**TASK PROMPT:** From the data that follows, copy every line holding the string "bench".

**DATASET EXTRACT:**

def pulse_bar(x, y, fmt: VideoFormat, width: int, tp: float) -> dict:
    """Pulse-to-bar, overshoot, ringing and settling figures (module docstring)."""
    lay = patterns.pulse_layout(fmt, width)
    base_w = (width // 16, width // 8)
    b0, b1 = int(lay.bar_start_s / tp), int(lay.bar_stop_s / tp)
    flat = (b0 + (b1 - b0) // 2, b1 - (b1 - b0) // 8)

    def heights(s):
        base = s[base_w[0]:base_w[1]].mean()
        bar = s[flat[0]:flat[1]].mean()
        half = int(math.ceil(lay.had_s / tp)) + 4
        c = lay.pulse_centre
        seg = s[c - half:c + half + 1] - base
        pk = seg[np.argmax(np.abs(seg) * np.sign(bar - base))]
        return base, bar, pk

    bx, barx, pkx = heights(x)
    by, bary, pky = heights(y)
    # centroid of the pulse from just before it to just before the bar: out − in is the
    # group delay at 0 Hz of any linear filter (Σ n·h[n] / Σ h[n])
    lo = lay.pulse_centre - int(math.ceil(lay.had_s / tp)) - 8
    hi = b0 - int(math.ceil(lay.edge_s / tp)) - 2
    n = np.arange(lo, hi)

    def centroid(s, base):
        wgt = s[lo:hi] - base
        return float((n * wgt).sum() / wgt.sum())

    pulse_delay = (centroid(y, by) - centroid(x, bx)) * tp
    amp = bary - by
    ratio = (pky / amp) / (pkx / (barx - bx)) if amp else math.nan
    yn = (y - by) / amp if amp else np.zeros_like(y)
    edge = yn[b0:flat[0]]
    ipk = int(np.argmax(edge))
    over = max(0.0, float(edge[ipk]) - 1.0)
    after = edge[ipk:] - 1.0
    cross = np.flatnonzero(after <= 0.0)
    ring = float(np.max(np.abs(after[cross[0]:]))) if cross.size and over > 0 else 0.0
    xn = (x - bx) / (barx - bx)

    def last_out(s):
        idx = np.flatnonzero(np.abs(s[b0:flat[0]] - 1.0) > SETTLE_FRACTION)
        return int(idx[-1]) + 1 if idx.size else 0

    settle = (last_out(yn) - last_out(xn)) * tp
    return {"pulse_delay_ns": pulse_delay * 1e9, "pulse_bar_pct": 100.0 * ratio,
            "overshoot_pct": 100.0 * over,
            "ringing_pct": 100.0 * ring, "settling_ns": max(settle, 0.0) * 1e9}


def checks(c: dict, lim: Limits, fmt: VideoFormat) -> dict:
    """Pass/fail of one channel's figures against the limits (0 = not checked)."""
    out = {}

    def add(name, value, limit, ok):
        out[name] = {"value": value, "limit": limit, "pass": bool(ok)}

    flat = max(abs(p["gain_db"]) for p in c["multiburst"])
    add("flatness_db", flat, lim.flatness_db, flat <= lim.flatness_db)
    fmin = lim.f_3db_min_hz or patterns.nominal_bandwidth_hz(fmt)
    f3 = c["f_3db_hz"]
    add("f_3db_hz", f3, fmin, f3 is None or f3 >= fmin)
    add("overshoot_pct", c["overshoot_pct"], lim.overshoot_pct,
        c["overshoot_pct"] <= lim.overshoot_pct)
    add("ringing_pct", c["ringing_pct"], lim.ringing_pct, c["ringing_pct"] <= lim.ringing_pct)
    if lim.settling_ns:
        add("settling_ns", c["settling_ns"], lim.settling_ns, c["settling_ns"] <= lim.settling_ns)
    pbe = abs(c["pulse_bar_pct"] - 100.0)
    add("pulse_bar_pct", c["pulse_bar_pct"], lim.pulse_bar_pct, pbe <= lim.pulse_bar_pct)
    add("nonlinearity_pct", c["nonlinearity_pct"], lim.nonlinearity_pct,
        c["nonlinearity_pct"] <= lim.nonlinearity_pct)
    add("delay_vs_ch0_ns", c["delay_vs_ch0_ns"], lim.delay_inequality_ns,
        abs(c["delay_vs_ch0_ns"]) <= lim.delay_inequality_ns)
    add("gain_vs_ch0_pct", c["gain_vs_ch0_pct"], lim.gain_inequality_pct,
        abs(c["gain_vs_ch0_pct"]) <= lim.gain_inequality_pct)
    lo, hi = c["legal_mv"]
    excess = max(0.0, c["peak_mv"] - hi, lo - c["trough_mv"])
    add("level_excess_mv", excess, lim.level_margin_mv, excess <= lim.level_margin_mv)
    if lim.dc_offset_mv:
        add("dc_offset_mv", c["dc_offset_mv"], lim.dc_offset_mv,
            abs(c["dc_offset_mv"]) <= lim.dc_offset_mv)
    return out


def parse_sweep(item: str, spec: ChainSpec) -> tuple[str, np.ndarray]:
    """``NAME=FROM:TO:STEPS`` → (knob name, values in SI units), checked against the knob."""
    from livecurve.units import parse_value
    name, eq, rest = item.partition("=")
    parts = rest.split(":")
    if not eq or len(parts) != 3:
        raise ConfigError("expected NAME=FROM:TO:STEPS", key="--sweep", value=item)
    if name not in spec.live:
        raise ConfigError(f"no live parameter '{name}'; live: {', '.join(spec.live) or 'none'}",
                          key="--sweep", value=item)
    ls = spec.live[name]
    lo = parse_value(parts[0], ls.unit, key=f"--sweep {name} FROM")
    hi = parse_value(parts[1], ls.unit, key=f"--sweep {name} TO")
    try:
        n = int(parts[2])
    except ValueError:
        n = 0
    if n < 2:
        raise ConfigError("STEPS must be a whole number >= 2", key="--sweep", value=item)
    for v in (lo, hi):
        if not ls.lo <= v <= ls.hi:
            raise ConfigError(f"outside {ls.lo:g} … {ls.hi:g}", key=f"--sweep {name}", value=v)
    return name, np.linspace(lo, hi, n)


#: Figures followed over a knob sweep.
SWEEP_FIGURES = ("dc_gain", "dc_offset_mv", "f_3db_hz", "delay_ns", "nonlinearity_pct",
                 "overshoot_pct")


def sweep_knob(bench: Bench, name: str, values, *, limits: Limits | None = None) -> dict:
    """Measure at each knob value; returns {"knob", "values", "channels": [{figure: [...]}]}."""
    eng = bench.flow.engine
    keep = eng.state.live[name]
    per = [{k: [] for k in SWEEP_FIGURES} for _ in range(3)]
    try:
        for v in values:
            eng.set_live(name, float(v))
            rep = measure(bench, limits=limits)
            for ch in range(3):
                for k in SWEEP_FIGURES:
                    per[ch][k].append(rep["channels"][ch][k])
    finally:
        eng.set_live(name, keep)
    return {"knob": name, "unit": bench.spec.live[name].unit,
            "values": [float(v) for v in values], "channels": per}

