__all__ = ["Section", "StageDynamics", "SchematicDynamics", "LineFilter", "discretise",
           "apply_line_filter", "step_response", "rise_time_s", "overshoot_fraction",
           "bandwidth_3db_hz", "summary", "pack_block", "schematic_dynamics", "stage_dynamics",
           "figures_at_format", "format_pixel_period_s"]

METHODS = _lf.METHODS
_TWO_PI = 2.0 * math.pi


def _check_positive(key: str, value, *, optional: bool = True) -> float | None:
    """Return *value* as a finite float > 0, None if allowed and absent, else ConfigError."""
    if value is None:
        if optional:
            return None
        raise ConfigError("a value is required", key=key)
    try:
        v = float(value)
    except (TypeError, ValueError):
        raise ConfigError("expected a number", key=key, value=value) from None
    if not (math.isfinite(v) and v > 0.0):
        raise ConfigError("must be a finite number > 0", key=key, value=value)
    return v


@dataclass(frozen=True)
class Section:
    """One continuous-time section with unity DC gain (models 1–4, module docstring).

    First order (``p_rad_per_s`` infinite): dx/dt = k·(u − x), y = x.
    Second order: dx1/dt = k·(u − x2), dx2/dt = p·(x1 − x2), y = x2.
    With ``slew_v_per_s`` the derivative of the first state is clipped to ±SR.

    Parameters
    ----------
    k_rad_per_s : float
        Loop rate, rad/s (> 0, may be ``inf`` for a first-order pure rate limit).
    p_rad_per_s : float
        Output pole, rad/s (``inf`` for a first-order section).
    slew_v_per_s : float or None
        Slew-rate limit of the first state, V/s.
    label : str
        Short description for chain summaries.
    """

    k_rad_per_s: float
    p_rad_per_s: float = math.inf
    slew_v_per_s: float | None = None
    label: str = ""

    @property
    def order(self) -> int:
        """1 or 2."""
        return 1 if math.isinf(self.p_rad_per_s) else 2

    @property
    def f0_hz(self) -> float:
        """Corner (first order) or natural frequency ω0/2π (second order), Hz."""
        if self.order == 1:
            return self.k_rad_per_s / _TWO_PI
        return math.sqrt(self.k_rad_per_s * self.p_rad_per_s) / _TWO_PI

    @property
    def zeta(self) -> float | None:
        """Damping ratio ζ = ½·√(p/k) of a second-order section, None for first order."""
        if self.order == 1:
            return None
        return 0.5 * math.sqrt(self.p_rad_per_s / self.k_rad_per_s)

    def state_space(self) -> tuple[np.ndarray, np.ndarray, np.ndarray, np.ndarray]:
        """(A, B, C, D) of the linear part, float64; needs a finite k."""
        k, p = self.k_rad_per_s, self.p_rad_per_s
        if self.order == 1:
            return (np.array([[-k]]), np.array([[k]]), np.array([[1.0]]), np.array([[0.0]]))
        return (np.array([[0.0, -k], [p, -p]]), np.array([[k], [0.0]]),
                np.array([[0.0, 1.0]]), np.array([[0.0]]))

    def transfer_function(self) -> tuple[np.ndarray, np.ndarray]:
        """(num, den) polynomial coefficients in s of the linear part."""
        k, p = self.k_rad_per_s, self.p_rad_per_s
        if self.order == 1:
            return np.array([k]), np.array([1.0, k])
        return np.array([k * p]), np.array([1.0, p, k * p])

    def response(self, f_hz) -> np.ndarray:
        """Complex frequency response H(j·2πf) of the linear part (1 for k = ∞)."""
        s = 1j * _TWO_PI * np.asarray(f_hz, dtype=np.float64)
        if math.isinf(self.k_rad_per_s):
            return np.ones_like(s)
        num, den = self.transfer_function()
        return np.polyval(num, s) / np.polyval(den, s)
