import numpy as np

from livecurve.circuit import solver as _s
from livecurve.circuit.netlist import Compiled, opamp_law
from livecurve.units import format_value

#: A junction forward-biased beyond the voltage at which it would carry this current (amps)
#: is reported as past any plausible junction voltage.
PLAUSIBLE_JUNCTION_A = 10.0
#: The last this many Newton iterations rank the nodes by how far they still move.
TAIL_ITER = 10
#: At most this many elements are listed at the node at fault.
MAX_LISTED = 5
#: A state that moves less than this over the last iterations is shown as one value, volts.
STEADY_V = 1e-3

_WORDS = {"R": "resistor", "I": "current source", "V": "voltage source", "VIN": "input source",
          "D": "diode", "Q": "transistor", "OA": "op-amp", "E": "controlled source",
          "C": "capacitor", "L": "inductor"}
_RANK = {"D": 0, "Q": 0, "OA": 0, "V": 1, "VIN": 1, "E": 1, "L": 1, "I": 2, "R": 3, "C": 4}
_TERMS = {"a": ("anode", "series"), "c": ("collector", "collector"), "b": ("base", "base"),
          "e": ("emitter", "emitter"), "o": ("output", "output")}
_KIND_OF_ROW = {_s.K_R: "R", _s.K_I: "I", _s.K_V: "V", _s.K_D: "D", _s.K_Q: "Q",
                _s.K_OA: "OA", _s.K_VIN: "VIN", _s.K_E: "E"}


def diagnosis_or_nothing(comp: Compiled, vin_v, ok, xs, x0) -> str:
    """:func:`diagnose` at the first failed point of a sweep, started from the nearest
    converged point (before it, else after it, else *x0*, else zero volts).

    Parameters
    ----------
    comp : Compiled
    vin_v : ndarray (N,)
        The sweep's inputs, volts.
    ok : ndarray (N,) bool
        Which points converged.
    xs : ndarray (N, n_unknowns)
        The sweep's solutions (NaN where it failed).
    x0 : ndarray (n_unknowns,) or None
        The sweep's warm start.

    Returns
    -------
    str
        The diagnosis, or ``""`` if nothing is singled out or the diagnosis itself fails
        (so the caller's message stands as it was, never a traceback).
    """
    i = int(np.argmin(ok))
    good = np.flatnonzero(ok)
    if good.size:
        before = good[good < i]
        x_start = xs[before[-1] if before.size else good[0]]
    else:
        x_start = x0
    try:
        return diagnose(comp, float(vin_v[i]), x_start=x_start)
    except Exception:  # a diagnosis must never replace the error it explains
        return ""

...

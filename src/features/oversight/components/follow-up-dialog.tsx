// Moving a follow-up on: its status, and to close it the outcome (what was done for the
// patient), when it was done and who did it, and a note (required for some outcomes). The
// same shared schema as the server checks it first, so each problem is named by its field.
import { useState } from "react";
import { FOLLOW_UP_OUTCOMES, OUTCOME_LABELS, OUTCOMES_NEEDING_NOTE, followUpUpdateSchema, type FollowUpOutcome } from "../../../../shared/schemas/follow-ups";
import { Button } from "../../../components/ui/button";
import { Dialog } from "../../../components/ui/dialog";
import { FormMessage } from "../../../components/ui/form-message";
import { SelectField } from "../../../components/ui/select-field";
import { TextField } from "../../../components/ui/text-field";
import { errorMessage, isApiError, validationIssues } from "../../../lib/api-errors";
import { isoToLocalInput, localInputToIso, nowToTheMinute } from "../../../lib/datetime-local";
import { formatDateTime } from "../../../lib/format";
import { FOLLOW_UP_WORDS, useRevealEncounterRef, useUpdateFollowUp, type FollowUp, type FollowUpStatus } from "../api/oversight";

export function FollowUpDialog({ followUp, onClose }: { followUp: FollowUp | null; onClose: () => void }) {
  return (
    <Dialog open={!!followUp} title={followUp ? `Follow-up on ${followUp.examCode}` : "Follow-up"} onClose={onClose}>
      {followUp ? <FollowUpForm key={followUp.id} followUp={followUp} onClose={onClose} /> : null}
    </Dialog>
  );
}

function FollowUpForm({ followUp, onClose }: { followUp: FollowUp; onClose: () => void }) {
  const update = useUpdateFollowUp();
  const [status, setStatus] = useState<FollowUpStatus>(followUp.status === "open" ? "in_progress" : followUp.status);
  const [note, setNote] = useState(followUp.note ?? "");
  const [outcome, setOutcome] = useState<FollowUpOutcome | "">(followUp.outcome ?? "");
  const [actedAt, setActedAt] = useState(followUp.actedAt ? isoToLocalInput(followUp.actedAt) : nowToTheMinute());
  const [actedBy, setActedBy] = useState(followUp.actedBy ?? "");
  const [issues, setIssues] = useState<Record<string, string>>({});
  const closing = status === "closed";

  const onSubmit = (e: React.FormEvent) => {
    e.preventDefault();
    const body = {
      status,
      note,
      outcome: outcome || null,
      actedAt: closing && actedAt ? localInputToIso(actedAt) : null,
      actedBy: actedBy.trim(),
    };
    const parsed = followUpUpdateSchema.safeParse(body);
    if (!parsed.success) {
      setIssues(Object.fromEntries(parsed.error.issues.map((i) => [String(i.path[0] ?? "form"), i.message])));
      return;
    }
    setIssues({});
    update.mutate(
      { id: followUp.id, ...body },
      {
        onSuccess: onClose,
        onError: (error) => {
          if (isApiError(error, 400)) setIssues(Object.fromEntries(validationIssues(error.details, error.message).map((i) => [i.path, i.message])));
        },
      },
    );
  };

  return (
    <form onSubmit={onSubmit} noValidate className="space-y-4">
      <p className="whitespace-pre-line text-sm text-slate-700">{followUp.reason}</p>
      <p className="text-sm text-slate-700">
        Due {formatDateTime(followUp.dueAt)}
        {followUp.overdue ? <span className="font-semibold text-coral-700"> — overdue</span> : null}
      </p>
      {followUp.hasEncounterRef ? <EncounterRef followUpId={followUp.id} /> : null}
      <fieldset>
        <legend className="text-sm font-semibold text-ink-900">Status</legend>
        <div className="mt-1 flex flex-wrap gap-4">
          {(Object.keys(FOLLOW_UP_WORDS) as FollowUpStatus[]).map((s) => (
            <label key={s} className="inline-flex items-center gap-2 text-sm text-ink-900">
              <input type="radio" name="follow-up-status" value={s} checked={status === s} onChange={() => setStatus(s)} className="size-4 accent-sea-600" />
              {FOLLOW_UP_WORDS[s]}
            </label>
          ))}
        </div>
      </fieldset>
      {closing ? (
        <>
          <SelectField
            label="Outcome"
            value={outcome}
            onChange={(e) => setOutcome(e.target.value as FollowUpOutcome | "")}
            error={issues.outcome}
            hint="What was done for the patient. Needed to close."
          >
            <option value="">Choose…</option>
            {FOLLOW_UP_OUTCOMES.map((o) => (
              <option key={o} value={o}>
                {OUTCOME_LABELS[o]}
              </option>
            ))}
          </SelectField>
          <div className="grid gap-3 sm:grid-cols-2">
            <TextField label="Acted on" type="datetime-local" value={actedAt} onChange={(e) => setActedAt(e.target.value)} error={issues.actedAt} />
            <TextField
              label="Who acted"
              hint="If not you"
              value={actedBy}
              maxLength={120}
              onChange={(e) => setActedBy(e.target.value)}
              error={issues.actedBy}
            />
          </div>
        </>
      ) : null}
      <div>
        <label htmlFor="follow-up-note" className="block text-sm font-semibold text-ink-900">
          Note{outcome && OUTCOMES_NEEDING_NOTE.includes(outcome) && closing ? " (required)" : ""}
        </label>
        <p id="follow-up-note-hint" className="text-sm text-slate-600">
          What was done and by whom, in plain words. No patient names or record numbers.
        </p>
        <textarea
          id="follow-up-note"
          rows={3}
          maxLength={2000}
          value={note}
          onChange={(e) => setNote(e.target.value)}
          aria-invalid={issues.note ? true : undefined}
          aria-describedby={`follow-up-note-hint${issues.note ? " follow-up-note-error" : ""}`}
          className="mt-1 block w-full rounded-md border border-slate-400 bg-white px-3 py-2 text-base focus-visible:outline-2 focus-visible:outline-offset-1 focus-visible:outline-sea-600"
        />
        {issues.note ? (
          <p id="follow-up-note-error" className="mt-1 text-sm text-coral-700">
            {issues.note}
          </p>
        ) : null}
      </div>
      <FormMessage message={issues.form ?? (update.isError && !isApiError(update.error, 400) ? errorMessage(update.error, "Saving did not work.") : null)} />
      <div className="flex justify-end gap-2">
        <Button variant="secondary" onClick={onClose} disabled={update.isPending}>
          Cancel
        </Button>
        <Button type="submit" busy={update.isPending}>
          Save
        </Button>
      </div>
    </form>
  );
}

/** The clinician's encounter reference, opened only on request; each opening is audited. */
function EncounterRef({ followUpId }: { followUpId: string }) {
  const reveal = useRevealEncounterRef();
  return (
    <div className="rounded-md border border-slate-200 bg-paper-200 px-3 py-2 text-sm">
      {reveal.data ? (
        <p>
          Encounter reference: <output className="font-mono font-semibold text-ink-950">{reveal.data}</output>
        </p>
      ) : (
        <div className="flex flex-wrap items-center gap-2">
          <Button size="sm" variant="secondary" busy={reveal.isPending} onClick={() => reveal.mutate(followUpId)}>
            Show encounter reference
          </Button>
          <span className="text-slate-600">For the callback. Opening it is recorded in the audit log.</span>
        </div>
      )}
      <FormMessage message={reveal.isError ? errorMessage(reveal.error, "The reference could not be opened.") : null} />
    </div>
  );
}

**ANSWER SPACE:**
def sweep_knob(bench: Bench, name: str, values, *, limits: Limits | None = None) -> dict:
    eng = bench.flow.engine
            rep = measure(bench, limits=limits)
    return {"knob": name, "unit": bench.spec.live[name].unit,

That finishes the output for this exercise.